Evaluated on a modified citrus dataset (1,000 images) and occlusion-sensitive subsets:

Metrics: GDA-YOLO11 achieved Precision: 0.844, Recall: 0.846, mAP@50: 0.914, and mAP@50:95: 0.636.
Comparison: It outperformed the baseline YOLO11n by 5.1% in precision, 1.3% in mAP@50, and 1.0% in mAP@50:95.
Efficiency: Despite improvements, inference time increased by only 1.3 ms, maintaining real-time capabilities.

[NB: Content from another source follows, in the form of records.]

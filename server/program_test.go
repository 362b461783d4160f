package main

import (
	"bufio"
	"os"
	"os/exec"
	"strings"
	"syscall"
	"testing"
)

// childArgs is the environment variable that turns the test binary into the
// program itself: a line of it is an argument. Thus tests start, stop and kill
// the very same main.
const childArgs = "LANTERNBOOK_TEST_ARGUMENTS"

func init() {
	if args, set := os.LookupEnv(childArgs); set {
		os.Args = append([]string{"lanternbook"}, strings.Split(args, "\n")...)
		main()
	}
}

// program is the server as a process of its own.
type program struct {
	cmd    *exec.Cmd
	base   string // what its first line said
	stderr *lockedLog
}

// startProgram starts the server on a data file and any free port and waits
// for its first line. environment is added to ours.
func startProgram(tb testing.TB, data string, environment ...string) *program {
	tb.Helper()
	args := strings.Join([]string{"serve", "-listen", "127.0.0.1:0", "-data", data}, "\n")
	p := &program{cmd: exec.Command(os.Args[0]), stderr: &lockedLog{}}
	p.cmd.Env = append(append(os.Environ(), childArgs+"="+args), environment...)
	p.cmd.Stderr = p.stderr
	out, err := p.cmd.StdoutPipe()
	if err != nil {
		tb.Fatal(err)
	}
	if err = p.cmd.Start(); err != nil {
		tb.Fatal(err)
	}
	tb.Cleanup(func() { _ = p.cmd.Process.Kill() }) // of no effect when it has ended
	line, err := bufio.NewReader(out).ReadString('\n')
	if err != nil {
		_ = p.cmd.Wait()
		tb.Fatalf("no first line: %v\n%s", err, p.stderr)
	}
	p.base = strings.TrimSuffix(line, "\n")
	return p
}

// end sends a signal and returns the exit code, -1 when the signal ended it.
func (p *program) end(tb testing.TB, signal syscall.Signal) int {
	tb.Helper()
	if err := p.cmd.Process.Signal(signal); err != nil {
		tb.Fatal(err)
	}
	_ = p.cmd.Wait() // an exit code other than 0 is the caller's to judge
	return p.cmd.ProcessState.ExitCode()
}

B. Robotic Harvesting Success Rates

Experiments were conducted with 54 fruits per occlusion level (Total 216 trials per model):

Occlusion Level	GDA-YOLO11 Success Rate	Baseline YOLO11 Success Rate	Improvement
Zero (Fully Visible)	92.59%	96.29%	-3.7%
Low (0-20%)	85.18%	85.18%	0%
Medium (20-50%)	48.14%	44.44%	+3.7%
High (>50%)	22.22%	18.51%	+3.7%

Key Finding: While the baseline performed slightly better on fully visible fruits, GDA-YOLO11 significantly outperformed it in medium and high occlusion scenarios, demonstrating superior robustness.
Correlation: A strong correlation ( $R^2 \approx 0.986$ ) was observed between segmentation accuracy (mAP@50) and physical harvesting success, validating that better amodal masks directly translate to better robotic performance.

5. Significance

Occlusion Robustness: The study proves that amodal segmentation is a viable solution for the "occlusion problem" in agriculture, allowing robots to "see" through leaves to locate the true center of a fruit.
System Simplification: Unlike previous methods that required complex multi-step processes (e.g., 3D reconstruction, geometric fitting, or multi-view fusion), GDA-YOLO11 achieves full shape inference in a single end-to-end deep learning pass.
Scalability: By maintaining a lightweight architecture (nano-scale) and real-time inference speeds, the proposed framework is highly suitable for deployment on edge devices in agricultural robots.
Future Direction: The paper highlights that while current vision systems struggle with >50% occlusion, this work establishes a foundational step toward reliable autonomous harvesting, suggesting future work should focus on advanced sensing or reasoning mechanisms for extreme occlusion.